Property-based example

Create a configuration file for the connector. This file is included with the connector in ./etc/kafka-connect-netezza/NetezzaSinkConnector.properties and contains the following settings:

name=NetezzaSinkConnector
connector.class=io.confluent.connect.netezza.NetezzaSinkConnector
tasks.max=1
topics=orders
connection.host=192.168.24.74
connection.port=5480
connection.database=SYSTEM
connection.user=admin
connection.password=password
batch.size=10000
auto.create=true

The first few parameters are common settings that you specify for all connectors, with the exception of topics which is specific to sink connectors like this one.

The connection.host, connection.port, connection.database, connection.user and connection.password specifies the connection URL, username, and password of the local Netezza database. Since auto.create is enabled, the connector creates the table if it is not present. Batch size is set to batch.size=10000 (the default value). Even though batch.size is set to the default value, it is included in the configuration example for clarity.

Run the connector with this configuration.

Caution

You must include a double dash (--) between the topic name and your flag. For more information, see this post.

confluent local services connect connector load NetezzaSinkConnector --config NetezzaSinkConnector.properties

Confirm that the connector is in a RUNNING state.

confluent local services connect connector status NetezzaSinkConnector

REST-based example

This configuration is typically used for distributed workers. See the Kafka Connect REST API for details REST API information.

  1. Write the following JSON sample code to connector.json and set all of the required parameters.

    {
      "name": "NetezzaSinkConnector",
      "config":{
            "connector.class": "io.confluent.connect.netezza.NetezzaSinkConnector",
            "tasks.max": "1",
            "topics": "orders",
            "connection.host": "192.168.24.74",
            "connection.port": "5480",
            "connection.database": "SYSTEM",
            "connection.user": "admin",
            "connection.password": "password",
            "batch.size": "10000",
            "auto.create": "true"
            }
    }
    
  2. Use curl to post the configuration to one of the Kafka Connect workers. Change http://localhost:8083/ the endpoint of one of your Kafka Connect worker(s).

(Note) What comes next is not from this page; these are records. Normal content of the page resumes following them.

"""``headprep selftest``: simulate and recover dipoles with reference solvers to prove a bundle works."""
from __future__ import annotations

import argparse

from ..bundle import load_bundle
from ..console import EXIT_OK
from ..selftest import DIPOLE_MOMENT, SelftestResult, run_selftest

HELP = "simulate and recover dipoles with reference solvers to prove a bundle works"
DESCRIPTION = """\
Prove that a bundle works end to end: put a single dipole on randomly chosen
source patches, compute its scalp map with the bundle's lead field W, add
sensor noise at the given SNR, and ask every installed reference solver where
the dipole is. The distance from the answer to the true patch is the
localisation error (median and 90th percentile per solver, mm).

Why W is never simply inverted: W maps the strengths of the source patches to
the potentials at the electrodes. There are many more patches (thousands) than
electrodes (tens to hundreds), so W is a wide matrix and has no inverse.
Infinitely many patterns of source strength produce exactly the same scalp
map, and noise makes even the closest fit ambiguous. A solver must therefore
choose one pattern among all those that explain the data: minimum norm picks
the weakest overall pattern, with a regularisation term (set by the SNR) that
stops it from fitting the noise; dSPM and sLORETA rescale that answer so deep
and superficial sources compete fairly; the dipole fit assumes a single source
and searches for the position that leaves the least unexplained signal.

The reference solvers are here for this test and for demos; they are not the
product. Exit 0 when the test ran, 2 when the bundle cannot be used."""


def add_arguments(parser: argparse.ArgumentParser) -> None:
    parser.add_argument("bundle", help="bundle directory or .zip")
    parser.add_argument("--snr", type=float, default=3.0,
                        help="amplitude signal-to-noise ratio of the simulated data (default 3)")
    parser.add_argument("--n-dipoles", type=int, default=20, help="number of simulated dipoles (default 20)")
    parser.add_argument("--seed", type=int, default=0, help="random seed (default 0)")
    parser.add_argument("--json", action="store_true", help="print one JSON document on stdout")


def _human(res: SelftestResult, bundle: str) -> str:
    lines = [f"{bundle}: {res.true_indices.size} simulated dipoles of {DIPOLE_MOMENT * 1e9:g} nA*m at SNR "
             f"{res.snr:g} (seed {res.seed}); dipole fit used {res.forward}",
             f"  {'solver':<16}{'median (mm)':>12}{'90th pct (mm)':>15}{'max (mm)':>10}"]
    for name, s in res.summary.items():
        lines.append(f"  {name:<16}{s['median_mm']:>12.1f}{s['p90_mm']:>15.1f}{s['max_mm']:>10.1f}")
    return "\n".join(lines)


def run(args: argparse.Namespace, ctx) -> int:  # noqa: ANN001
    bundle = load_bundle(args.bundle)
    n_solvers = len(ctx.registry.descriptors("inverse_solver"))
    with ctx.progress(n_solvers, "self-test") as advance:
        res = run_selftest(ctx.registry, bundle, snr=args.snr, n_dipoles=args.n_dipoles, seed=args.seed,
                           progress=advance)
    ctx.emit({"bundle": args.bundle, **res.to_dict(), "findings": []}, lambda: _human(res, args.bundle))
    return EXIT_OK
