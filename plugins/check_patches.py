"""Built-in plugin `check_patches` (not yet filled in: provides nothing)."""
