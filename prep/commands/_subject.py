"""What ``run`` and ``demo`` share: run one recipe and print its summary."""
from __future__ import annotations

import argparse
from pathlib import Path

from ..atomic import check_writable
from ..console import Context, exit_status, format_findings
from ..recipe import Recipe

STEPS = 8  # progress ticks of prepare_subject


def add_output_arguments(parser: argparse.ArgumentParser) -> None:
    parser.add_argument("--force", action="store_true", help="replace an existing bundle")
    parser.add_argument("--no-report", action="store_true", help="do not write the HTML report")
    parser.add_argument("--json", action="store_true", help="print one JSON document on stdout")


def _mm(x: float | None) -> str:
    return "n/a" if x is None else f"{x:.1f} mm"


def human_summary(res) -> str:  # noqa: ANN001 - pipeline.RunResult
    s = res.summary
    fit = f"{s['fit_rms_mm']:.2f} mm" if s.get("fit_rms_mm") is not None else "n/a"
    cond = f"{s['condition_number']:.3g}" if s.get("condition_number") is not None else "n/a"
    counts = s["findings"]
    lines = [
        f"subject {res.subject}: verdict {res.verdict.upper()}",
        f"  electrodes modelled  {s['sensors']}",
        f"  source patches       {s['sources']}",
        f"  head model           {s['head_model']}",
        f"  fit residual (RMS)   {fit}",
        f"  condition number     {cond}",
        f"  localisation error   {_mm(s.get('localisation_error_median_mm'))} (median point-spread peak error, minimum norm)",
        f"  findings             {counts['fail']} fail, {counts['warn']} warn, {counts['info']} info",
        f"  bundle (verified)    {res.bundle}",
    ]
    if res.report:
        lines.append(f"  report               {res.report}")
    shown = [f for f in res.findings if f.severity != "info"]
    if shown:
        lines += ["", format_findings(shown)]
    lines += ["", "The lead field W has more patches than electrodes, so it has no inverse: hand the bundle to a "
              "regularised inverse solver (try `headprep selftest BUNDLE`)."]
    return "\n".join(lines)


def run_one(recipe: Recipe, args: argparse.Namespace, ctx: Context, out: Path | None) -> int:
    from ..pipeline import prepare_subject  # heavy: imported when a subject is prepared

    base = recipe.path.parent if recipe.path else Path.cwd()
    check_writable(out or recipe.output.get("bundle") or base / "out" / f"{recipe.subject}-forward")

    with ctx.progress(STEPS, f"preparing {recipe.subject}") as advance:
        res = prepare_subject(ctx.registry, recipe, out=out, force=args.force, advance=advance,
                              report=False if args.no_report else None)
    doc = {"subject": res.subject, "verdict": res.verdict, "bundle": str(res.bundle),
           "report": str(res.report) if res.report else None, "summary": res.summary,
           "findings": [f.to_dict() for f in res.findings]}
    ctx.emit(doc, lambda: human_summary(res))
    return exit_status(res.findings)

    curl -s -X POST -H 'Content-Type: application/json' --data @connector.json http://localhost:8083/connectors
    
    curl -s -X PUT -H 'Content-Type: application/json' --data @connector.json http://localhost:8083/connectors/NetezzaSinkConnector/config
    
  3. To verify the data in Netezza, log in to Netezza and connect to the Netezza database with the following command:

    [nz@netezza ~]$nzsql
    

    Tip

    The following are several important Netezza commands: \l displays all databases present with associated users. \dt displays all tables in the present database. \dt and \dv lists tables or views. \d describes a table or view.

  4. Run the following SQL query to verify the records:

    SYSTEM.ADMIN(ADMIN)=> select * from orders;
     foo|50.0|100|999
    

Troubleshooting

SPU virtual machine and NPS will not start

The following error message may appear when you run a Netezza emulator with VMware Fusion:

You need to enable 'Virtualize Intel VT-x/EPT or AMD-V/RVI' option in virtual
machine processor settings in VMware. Otherwise, SPU virtual machine and NPS
will not start.

Complete the steps below to resolve this issue:

  1. Go to VMware Fusion > Virtual Machine > Settings > Processors & Memory > Advanced Options.
  2. Turn on Enable hypervisor applications in this virtual machine.